• _EXERCISE REQUIREMENTS_:
Please copy out all lines of the entries that contain the word "prefix".

• _Saved entries_:
impl Builder {
    /// A builder that continues the designators of `parts` (R4 after R3 …).
    pub fn resume(parts: Vec<Part>) -> Builder {
        let mut counters: Vec<(char, u32)> = Vec::new();
        for p in parts.iter().filter(|p| !p.bench) {
            let (prefix, n) = designator_key(&p.reference);
            let mut chars = prefix.chars();
            let (Some(letter), None) = (chars.next(), chars.next()) else { continue };
            match counters.iter_mut().find(|(c, _)| *c == letter) {
                Some((_, m)) => *m = (*m).max(n as u32),
                None => counters.push((letter, n as u32)),
            }
        }
        Builder { parts, counters }
    }

    fn next(&mut self, letter: char) -> String {
        let n = match self.counters.iter_mut().find(|(c, _)| *c == letter) {
            Some((_, n)) => {
                *n += 1;
                *n
            }
            None => {
                self.counters.push((letter, 1));
                1
            }
        };
        format!("{letter}{n}")
    }

    /// Adds a level taken from a rail: a divider `from` → `tap` → ground (upper and lower legs
    /// named "`what`, upper leg" and "`what`, lower leg") and, when `bypass` is given, a
    /// capacitor from `tap` to ground; the one way synthesis builds a divided level.
    pub fn divider(&mut self, d: &Divider, rtol: Option<f64>, ctol: Option<f64>) -> Vec<String> {
        let mut parts = vec![
            self.add(
                PartKind::Resistor,
                d.top,
                rtol,
                &[d.from, d.tap],
                (d.stage, PartRole::DividerTop),
                &format!("{}, upper leg", d.what),
            ),
            self.add(
                PartKind::Resistor,
                d.bottom,
                rtol,
                &[d.tap, GND],
                (d.stage, PartRole::DividerBottom),
                &format!("{}, lower leg", d.what),
            ),
        ];
        if let Some((c, purpose)) = d.bypass {
            parts.push(self.add(PartKind::Capacitor, c, ctol, &[d.tap, GND], (d.stage, PartRole::Bypass), purpose));
        }
        parts
    }

    /// Adds a part to build and returns its designator; `at` is its stage, with its role
    /// there when synthesis builds it (`(StageRole::Gain, PartRole::FeedbackResistor)`).
    pub fn add(
        &mut self, kind: PartKind, value: f64, tolerance: Option<f64>, nodes: &[&str], at: impl Into<Place>,
        purpose: &str,
    ) -> String {
        let at = at.into();
        let letter = match kind {
            PartKind::Resistor => 'R',
            PartKind::Capacitor => 'C',
            PartKind::OpAmp => 'U',
            PartKind::VoltageSource => 'V',
            PartKind::CurrentSource => 'I',
            PartKind::Diode => 'D',
        };
        let reference = self.next(letter);
        self.parts.push(Part {
            reference: reference.clone(),
            kind,
            value,
            tolerance,
            nodes: nodes.iter().map(|s| s.to_string()).collect(),
            stage: at.stage,
            role: at.role,
            purpose: purpose.to_string(),
            bench: false,
            dielectric: None,
        });
        reference
    }

    /// Adds a front end's amplifier under a designator freed for it (U1, U2 after
    /// `synth::renumber_amplifiers`): nodes +, −, V+, V−, output; its value is the GBW.
    pub fn front_amplifier(
        &mut self, designator: &str, gbw: f64, nodes: [&str; 5], at: impl Into<Place>, purpose: &str,
    ) -> String {
        let at = at.into();
        self.parts.push(Part {
            reference: designator.to_string(),
            kind: PartKind::OpAmp,
            value: gbw,
            tolerance: None,
            nodes: nodes.iter().map(|s| s.to_string()).collect(),
            stage: at.stage,
            role: at.role,
            purpose: purpose.to_string(),
            bench: false,
            dielectric: None,
        });
        designator.to_string()
    }

    /// Adds a bench part with a fixed name (VSENSE, RSENSE, VPOS, VNEG, RADC).
    pub fn bench(
        &mut self, reference: &str, kind: PartKind, value: f64, nodes: &[&str], at: impl Into<Place>, purpose: &str,
    ) {
        let at = at.into();
        self.parts.push(Part {
            reference: reference.to_string(),
            kind,
            value,
            tolerance: None,
            nodes: nodes.iter().map(|s| s.to_string()).collect(),
            stage: at.stage,
            role: at.role,
            purpose: purpose.to_string(),
            bench: true,
            dielectric: None,
        });
    }
}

• _THE ANSWER_:
            let (prefix, n) = designator_key(&p.reference);
            let mut chars = prefix.chars();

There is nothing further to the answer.